■ **Problem requirements**:
What lines of the material hold the string "flagged"? Pull each of them out.

■ **Input**:
──────
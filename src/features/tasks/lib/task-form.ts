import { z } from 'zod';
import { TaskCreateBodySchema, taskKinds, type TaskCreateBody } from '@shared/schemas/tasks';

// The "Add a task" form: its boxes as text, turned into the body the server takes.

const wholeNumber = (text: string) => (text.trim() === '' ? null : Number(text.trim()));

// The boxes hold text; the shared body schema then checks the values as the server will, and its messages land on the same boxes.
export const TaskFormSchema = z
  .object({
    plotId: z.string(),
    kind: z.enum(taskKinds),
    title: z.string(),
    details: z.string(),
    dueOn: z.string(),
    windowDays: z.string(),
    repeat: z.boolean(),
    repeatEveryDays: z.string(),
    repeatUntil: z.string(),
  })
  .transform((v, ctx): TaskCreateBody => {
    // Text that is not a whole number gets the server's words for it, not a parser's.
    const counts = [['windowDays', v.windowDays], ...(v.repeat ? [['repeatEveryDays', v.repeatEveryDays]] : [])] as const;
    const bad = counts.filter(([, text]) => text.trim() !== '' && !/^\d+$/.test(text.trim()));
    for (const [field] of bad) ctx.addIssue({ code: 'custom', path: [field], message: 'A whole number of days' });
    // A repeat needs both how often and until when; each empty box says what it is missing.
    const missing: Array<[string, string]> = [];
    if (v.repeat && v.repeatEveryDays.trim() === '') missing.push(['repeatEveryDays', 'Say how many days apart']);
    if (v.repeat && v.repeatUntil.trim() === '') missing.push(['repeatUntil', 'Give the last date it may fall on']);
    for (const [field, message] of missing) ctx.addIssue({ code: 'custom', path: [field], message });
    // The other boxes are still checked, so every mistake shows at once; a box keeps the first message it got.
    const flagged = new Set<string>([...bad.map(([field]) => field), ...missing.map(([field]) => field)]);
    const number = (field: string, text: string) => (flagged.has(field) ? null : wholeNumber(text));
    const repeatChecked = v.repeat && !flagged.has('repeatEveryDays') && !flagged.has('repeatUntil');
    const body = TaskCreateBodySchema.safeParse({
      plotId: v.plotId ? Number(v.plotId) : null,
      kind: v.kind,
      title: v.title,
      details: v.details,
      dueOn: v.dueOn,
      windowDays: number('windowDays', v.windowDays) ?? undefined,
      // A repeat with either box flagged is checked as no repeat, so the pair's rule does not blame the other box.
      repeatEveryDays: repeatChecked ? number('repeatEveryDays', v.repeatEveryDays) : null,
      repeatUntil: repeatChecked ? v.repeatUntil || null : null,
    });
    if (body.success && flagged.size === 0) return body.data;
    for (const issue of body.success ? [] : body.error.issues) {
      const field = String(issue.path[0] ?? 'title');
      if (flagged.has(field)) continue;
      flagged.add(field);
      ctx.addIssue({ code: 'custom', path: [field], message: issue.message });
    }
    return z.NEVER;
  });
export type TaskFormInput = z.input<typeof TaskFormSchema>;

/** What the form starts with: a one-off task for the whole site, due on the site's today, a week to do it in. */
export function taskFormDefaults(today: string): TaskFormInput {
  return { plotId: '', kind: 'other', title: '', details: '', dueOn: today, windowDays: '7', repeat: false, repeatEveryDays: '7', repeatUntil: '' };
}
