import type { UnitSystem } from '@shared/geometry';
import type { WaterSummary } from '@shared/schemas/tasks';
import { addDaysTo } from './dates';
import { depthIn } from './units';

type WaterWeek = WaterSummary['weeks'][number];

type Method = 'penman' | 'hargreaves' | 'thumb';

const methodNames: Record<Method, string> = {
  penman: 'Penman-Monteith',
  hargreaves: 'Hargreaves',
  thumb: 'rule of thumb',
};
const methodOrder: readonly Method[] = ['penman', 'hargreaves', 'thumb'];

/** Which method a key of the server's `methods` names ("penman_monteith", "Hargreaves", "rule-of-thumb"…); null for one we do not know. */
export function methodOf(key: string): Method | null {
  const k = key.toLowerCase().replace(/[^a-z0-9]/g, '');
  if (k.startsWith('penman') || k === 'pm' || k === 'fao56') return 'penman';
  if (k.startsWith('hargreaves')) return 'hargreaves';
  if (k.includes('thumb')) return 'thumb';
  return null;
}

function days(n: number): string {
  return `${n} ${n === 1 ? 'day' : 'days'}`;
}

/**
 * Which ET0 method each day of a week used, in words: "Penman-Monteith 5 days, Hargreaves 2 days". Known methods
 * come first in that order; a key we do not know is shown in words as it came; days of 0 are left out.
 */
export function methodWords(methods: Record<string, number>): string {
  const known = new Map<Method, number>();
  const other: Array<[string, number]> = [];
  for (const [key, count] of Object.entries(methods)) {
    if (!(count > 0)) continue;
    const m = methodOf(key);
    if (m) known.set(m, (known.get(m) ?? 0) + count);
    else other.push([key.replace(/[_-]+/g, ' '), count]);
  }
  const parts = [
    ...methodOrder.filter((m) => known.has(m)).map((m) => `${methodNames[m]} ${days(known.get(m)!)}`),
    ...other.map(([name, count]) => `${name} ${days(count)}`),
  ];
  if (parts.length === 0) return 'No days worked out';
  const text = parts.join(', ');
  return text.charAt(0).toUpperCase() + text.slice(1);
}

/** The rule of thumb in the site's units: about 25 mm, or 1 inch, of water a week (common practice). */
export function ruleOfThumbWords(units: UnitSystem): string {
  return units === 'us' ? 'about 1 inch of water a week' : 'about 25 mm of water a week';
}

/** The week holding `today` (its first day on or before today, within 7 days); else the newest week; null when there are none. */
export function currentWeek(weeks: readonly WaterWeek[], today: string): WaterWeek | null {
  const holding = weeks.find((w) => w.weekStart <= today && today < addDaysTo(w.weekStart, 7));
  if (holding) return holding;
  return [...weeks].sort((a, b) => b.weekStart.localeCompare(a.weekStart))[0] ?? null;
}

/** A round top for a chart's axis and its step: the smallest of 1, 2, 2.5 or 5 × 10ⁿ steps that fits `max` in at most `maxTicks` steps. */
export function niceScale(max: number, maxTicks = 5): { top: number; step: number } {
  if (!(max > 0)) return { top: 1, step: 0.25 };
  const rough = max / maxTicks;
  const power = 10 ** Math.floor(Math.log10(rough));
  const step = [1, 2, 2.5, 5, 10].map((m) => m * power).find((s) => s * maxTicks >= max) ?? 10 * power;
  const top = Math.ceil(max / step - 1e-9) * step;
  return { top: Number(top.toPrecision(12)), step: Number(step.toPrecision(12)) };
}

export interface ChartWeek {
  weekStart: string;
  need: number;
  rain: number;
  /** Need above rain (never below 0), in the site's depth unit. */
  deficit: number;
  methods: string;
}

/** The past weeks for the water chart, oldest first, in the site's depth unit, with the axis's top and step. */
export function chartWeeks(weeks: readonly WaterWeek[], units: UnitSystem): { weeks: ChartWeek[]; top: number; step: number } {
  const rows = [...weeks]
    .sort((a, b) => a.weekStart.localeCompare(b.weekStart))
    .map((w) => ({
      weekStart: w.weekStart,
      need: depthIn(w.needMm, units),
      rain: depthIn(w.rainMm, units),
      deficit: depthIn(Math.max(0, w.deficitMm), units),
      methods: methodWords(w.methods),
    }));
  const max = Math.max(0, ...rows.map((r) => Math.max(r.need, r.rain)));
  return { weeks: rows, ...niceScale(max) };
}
──────
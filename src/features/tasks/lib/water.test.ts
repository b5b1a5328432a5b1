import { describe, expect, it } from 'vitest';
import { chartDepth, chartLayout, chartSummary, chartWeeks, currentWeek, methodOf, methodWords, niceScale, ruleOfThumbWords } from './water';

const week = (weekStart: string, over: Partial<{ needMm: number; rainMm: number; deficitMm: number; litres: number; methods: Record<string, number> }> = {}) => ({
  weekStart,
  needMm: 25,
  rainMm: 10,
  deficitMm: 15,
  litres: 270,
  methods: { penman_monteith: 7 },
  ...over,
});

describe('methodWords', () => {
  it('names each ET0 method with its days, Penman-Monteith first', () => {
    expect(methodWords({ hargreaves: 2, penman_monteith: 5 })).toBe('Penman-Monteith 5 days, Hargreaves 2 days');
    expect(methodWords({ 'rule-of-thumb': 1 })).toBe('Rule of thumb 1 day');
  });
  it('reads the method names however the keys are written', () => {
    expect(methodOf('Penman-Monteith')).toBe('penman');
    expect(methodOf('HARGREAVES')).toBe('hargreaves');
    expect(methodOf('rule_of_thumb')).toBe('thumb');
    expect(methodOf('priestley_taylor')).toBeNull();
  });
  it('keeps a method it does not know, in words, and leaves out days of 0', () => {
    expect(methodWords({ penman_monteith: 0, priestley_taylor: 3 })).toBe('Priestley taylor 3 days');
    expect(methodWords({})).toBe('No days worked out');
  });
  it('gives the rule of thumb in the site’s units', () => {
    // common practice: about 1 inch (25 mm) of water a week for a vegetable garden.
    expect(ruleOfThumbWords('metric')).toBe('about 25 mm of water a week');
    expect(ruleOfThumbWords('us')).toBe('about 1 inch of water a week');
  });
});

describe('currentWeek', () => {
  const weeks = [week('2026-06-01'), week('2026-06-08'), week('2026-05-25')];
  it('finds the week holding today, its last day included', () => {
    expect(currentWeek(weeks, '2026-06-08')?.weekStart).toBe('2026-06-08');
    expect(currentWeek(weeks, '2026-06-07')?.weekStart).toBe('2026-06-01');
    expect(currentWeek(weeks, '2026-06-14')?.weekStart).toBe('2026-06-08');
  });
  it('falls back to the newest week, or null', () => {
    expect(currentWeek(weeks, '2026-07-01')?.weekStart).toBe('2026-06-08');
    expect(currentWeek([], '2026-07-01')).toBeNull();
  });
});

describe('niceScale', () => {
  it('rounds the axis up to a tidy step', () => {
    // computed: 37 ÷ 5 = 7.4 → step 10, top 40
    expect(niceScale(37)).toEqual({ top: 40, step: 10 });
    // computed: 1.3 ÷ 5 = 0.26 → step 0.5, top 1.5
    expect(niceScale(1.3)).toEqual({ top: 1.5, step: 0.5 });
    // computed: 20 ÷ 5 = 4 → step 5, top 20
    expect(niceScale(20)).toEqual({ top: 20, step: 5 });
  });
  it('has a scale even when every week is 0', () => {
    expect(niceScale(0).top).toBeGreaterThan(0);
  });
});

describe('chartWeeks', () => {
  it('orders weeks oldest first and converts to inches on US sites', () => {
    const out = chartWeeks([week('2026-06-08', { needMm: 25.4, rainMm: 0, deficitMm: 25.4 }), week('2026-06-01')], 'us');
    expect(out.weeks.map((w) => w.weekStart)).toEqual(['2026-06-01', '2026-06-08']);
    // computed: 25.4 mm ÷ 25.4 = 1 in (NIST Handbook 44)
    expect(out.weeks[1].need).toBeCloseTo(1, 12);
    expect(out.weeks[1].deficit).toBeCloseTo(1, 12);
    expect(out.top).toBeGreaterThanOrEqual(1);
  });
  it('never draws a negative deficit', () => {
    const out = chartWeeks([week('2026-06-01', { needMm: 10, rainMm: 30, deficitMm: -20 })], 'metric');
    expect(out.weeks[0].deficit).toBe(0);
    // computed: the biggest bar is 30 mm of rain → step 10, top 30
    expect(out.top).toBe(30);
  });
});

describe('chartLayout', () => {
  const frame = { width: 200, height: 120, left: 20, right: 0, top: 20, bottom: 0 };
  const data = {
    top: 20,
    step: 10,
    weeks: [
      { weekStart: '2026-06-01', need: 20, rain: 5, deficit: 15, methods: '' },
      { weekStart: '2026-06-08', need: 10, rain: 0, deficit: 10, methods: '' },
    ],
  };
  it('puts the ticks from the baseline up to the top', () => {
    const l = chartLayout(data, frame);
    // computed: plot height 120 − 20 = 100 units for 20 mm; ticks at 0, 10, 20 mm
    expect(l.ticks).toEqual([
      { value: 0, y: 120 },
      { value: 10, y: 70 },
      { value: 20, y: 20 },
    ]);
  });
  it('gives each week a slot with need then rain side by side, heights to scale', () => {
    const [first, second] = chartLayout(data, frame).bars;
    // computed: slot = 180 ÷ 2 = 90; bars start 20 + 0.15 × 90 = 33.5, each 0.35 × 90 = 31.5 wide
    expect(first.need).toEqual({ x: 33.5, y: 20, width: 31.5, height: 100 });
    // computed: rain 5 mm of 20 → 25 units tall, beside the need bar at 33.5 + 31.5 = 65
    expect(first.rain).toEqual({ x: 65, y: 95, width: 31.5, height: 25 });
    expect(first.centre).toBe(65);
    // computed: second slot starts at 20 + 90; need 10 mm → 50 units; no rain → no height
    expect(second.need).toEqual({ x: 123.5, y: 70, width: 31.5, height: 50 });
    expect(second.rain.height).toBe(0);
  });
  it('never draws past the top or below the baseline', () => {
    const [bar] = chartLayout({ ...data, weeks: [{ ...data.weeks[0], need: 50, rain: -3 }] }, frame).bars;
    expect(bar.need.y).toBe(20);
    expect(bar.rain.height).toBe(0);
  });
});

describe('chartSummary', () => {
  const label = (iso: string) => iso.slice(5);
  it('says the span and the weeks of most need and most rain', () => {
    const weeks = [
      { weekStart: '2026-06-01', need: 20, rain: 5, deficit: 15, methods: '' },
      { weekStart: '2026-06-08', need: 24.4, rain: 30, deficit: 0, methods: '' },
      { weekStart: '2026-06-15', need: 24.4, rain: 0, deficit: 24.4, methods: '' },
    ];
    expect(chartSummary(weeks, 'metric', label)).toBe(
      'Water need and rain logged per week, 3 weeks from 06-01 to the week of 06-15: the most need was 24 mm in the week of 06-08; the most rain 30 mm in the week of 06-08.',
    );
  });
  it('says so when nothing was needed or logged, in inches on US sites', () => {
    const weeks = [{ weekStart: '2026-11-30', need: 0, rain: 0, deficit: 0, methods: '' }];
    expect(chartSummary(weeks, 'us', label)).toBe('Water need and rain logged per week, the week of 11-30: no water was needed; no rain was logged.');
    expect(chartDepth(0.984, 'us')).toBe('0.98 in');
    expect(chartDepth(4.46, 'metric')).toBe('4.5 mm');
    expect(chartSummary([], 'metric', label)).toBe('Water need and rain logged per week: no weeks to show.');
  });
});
──────
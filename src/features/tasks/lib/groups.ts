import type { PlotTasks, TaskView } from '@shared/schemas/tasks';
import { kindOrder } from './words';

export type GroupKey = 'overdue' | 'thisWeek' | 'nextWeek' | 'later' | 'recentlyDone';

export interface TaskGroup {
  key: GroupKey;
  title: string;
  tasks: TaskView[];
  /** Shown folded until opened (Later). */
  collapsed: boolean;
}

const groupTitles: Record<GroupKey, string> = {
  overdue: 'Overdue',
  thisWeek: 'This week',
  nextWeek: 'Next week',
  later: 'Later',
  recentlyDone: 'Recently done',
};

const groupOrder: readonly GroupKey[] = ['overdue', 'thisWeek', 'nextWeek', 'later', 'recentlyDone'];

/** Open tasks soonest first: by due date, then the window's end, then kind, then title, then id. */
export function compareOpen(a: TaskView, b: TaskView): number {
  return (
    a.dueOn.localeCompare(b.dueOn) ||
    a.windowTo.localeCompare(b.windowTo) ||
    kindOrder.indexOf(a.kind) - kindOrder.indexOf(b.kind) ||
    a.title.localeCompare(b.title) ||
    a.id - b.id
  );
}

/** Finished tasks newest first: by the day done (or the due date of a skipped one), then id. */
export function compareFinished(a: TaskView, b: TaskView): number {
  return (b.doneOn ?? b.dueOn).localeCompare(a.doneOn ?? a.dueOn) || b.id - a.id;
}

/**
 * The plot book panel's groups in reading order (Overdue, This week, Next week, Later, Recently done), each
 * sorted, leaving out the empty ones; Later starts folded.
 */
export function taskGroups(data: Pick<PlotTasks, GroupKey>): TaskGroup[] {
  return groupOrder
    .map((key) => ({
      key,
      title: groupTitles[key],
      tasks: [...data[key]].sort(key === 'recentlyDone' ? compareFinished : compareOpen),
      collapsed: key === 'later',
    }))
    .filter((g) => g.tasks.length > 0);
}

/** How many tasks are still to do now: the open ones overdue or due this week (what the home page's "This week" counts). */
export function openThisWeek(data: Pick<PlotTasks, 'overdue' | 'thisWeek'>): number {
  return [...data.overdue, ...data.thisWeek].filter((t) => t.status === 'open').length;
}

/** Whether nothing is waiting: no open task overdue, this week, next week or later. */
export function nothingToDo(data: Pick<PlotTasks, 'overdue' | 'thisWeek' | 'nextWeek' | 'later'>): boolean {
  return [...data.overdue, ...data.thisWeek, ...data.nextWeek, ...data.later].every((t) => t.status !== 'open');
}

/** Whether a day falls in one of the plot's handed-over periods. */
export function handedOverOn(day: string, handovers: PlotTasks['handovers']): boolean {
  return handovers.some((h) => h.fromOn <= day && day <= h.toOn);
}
──────
■ **Written answer**:
    const flagged = new Set<string>([...bad.map(([field]) => field), ...missing.map(([field]) => field)]);
    const number = (field: string, text: string) => (flagged.has(field) ? null : wholeNumber(text));
    const repeatChecked = v.repeat && !flagged.has('repeatEveryDays') && !flagged.has('repeatUntil');
      // A repeat with either box flagged is checked as no repeat, so the pair's rule does not blame the other box.
    if (body.success && flagged.size === 0) return body.data;
      if (flagged.has(field)) continue;
      flagged.add(field);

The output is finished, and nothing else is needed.